American culture has a long individualist streak that distrusts authorities,
combined with our many entrenched sins regarding e.g. racism, leaves a
significant fraction of the population vulnerable to many effective forms of
propaganda... and that's just the right. Except for a few states like MA and
VT, the left consistently fails to field candidates that will fight for
ordinary people against monied interests because that's where their election
funds come from. In the past, leftists were associated with official enemies
of the state (e.g. communists, socialists) by major media organizations and
trusted authorities. Now most people here distrust their gut instincts about
fairness, inequality, the golden rule, and mutual caring.

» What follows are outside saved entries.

import { describe, expect, it } from "vitest";
import { testApp } from "../helpers/app.js";

/**
 * The rule-expression attack list (test/domain/rules/sandbox.test.ts) and more, sent as inline rule
 * sets to rules.evaluate over /v1 and /trpc: each is a 400 invalid-rule-set naming the rule's
 * expression (or precondition) path (one over a size limit: a 422 limit-exceeded naming the limit),
 * nothing leaks into the process, and the server still answers.
 */
const { app, logs } = testApp();
const metrics = { tjWorstC: 96.4, lossWorstW: 0.12, dropWorstV: 0.04, parallelSources: false };
const part = { tjMaxC: 175 };

/** attacks over a size limit (contracts/limits.ts), with the limit each one names */
const OVER_A_LIMIT = new Map([
  [`${"tjWorstC + ".repeat(100_000)}1 <= 0`, "BACKSTOP_MAX_EXPRESSION_CHARS"],
  [
    `min(${Array(16)
      .fill(`max(${Array(16).fill("1").join(",")})`)
      .join(",")}) <= 1`,
    "BACKSTOP_MAX_EXPRESSION_NODES",
  ],
]);

const ATTACKS = [
  // the sandbox unit test's list
  "tjWorstC.constructor",
  "constructor(1) <= 1",
  "part.__proto__ <= 1",
  'part["tjMaxC"] <= 1',
  'abs.constructor("return 1") <= 1',
  "import({a: 1}) == 1",
  'createUnit("foo") == 1',
  'evaluate("1+1") == 2',
  'tjWorstC <= parse("1")',
  'simplify("x") == derivative("x", "x")',
  "f(x) = x + 1",
  "g(x) = (f(y) = y) (x)",
  "tjWorstC = 3",
  "tjWorstC <= 1; tjWorstC <= 2",
  "tjWorstC <= 5 furlong",
  "dropWorstV to mV <= 1",
  "tjWorstC <= limitC",
  "tjWorstC <= part.tjMaxx",
  "part <= 1",
  'tjWorstC == "hot"',
  "max([1, 2]) <= 3",
  "{a: 1} == 1",
  "1:3 == 1",
  "1 < tjWorstC < 3",
  "tjWorstC - 100",
  "tjWorstC <= ",
  "tjWorstC and lossWorstW",
  "parallelSources + 1 > 0",
  ...OVER_A_LIMIT.keys(),
  `${"(".repeat(500)}tjWorstC${")".repeat(500)} <= 1`,
  `${"-".repeat(400)}tjWorstC <= 1`,
  // more found for the HTTP surface
  'constructor.constructor("return process")() == 1',
  "tjWorstC.constructor.constructor == 1",
  "__proto__.polluted == 1",
  "toString() == 1",
  "valueOf <= 1",
  "hasOwnProperty(1) == 1",
  "process.exit(1) == 1",
  'require("fs") == 1',
  'eval("1") == 1',
  'Function("return 1") == 1',
  "this == 1",
  "config({number: 1}) == 1",
  'help("sqrt") == 1',
  "chain(1) == 1",
  "compile == 1",
  "reviver == 1",
  "typeOf(1) == 1",
  "pi.constructor <= 1",
  "part.tjMaxC.constructor <= 1",
  "part.constructor <= 1",
  "part.toString <= 1",
  "e[1] <= 1",
  "tjWorstC[0] <= 1",
  "tjWorstC'' <= 1",
  "tjWorstC <= 1 ? 2 : 3",
  "`1` <= 1",
  ["$", "{tjWorstC} <= 1"].join(""), // a template placeholder
  "tjWorstC <= 1\u0000",
  "tj\u0057orstC <= 1 and tjWorstC.a",
  "",
  " ",
  "\n",
];

function inline(expression: string, when?: string) {
  return {
    stageKind: "nfet-ideal-diode",
    metrics,
    part,
    ruleSet: {
      id: "attack",
      version: "1",
      description: "attack",
      rules: [
        {
          id: "a",
          title: "a",
          appliesTo: "all",
          ...(when === undefined ? {} : { when }),
          expression,
          severity: "fail",
          source: "test",
          rationale: "test",
        },
      ],
    },
  };
}
const post = (path: string, body: unknown) =>
  app.request(path, { method: "POST", headers: { "content-type": "application/json" }, body: JSON.stringify(body) });

describe("sandbox attacks over HTTP (rules.evaluate with an inline rule set)", () => {
  it.each(ATTACKS.map((a, i) => [i, a.length > 60 ? `${a.slice(0, 60)}… (${a.length} chars)` : a, a] as const))(
    "attack %i: %s",
    async (_i, _label, attack) => {
      for (const [where, body] of [
        ["expression", inline(attack)],
        ["when", inline("tjWorstC <= 150", attack)],
      ] as const) {
        const v1 = await post("/v1/rules.evaluate", body);
        const problem = (await v1.json()) as { code: string; issues: { path: (string | number)[]; message: string }[] };
        const limit = OVER_A_LIMIT.get(attack);
        if (limit === undefined) {
          expect(v1.status, JSON.stringify(problem).slice(0, 300)).toBe(400);
          expect(["invalid-rule-set", "invalid-input"]).toContain(problem.code);
        } else {
          expect(v1.status, JSON.stringify(problem).slice(0, 300)).toBe(422);
          expect(problem.code).toBe("limit-exceeded");
          expect(problem.issues.every((i) => i.message.endsWith(`(limit ${limit})`))).toBe(true);
        }
        expect(problem.issues.some((i) => i.path.join(".") === `ruleSet.rules.0.${where}`)).toBe(true);
        const trpc = await post("/trpc/rules.evaluate", body);
        expect(trpc.status).toBe(limit === undefined ? 400 : 422);
        const t = (await trpc.json()) as { error: { data: { backstop: { issues: { path: (string | number)[] }[] } } } };
        expect(t.error.data.backstop.issues.map((i) => i.path.join("."))).toContain(`ruleSet.rules.0.${where}`);
      }
    },
  );

  it("nothing leaked into the process and the server still answers", async () => {
    expect(({} as Record<string, unknown>).polluted).toBeUndefined();
    expect((Object.prototype as unknown as Record<string, unknown>).polluted).toBeUndefined();
    const ok = await post("/v1/rules.evaluate", inline("tjWorstC <= part.tjMaxC - 25 K"));
    expect(ok.status).toBe(200);
    expect(((await ok.json()) as { result: { outcome: string } }).result.outcome).toBe("pass");
    expect(logs.filter((l) => /"level":50/.test(l))).toEqual([]);
  });

  it("a rule set named by a path or a prototype key is an unknown rule set, not a file read", async () => {
    for (const name of ["../../etc/passwd", "__proto__", "constructor", "default/../vehicle"]) {
      const r = await post("/v1/rules.evaluate", { stageKind: "nfet-ideal-diode", metrics, part, ruleSet: name });
      expect(r.status).toBe(400);
      expect(((await r.json()) as { code: string }).code).toBe("unknown-rule-set");
    }
  });
});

Many forms of leftist organization were broken down and destroyed after the
upheavals of the 60s, with especially aggressive pushes by Regan, but this has
continued by both parties up to the present day with Republicans taking mainly
larger digs at the integrity of the public trust. This story continues with
rather emphasized savagery into the present day starting in 2017.

However, this is an interesting moment where it seems there is a big fight
brewing between truly breathtakingly rapacious greed and a significant
fraction of the public. It will be interesting to see who wins in the coming
decades - it may determine the fate of the planet's suitability for human
life.

------
pstuart
And how much did the city originally "save"?

This affair should be poster child for being pennywise and pound foolish with
our infrastructure.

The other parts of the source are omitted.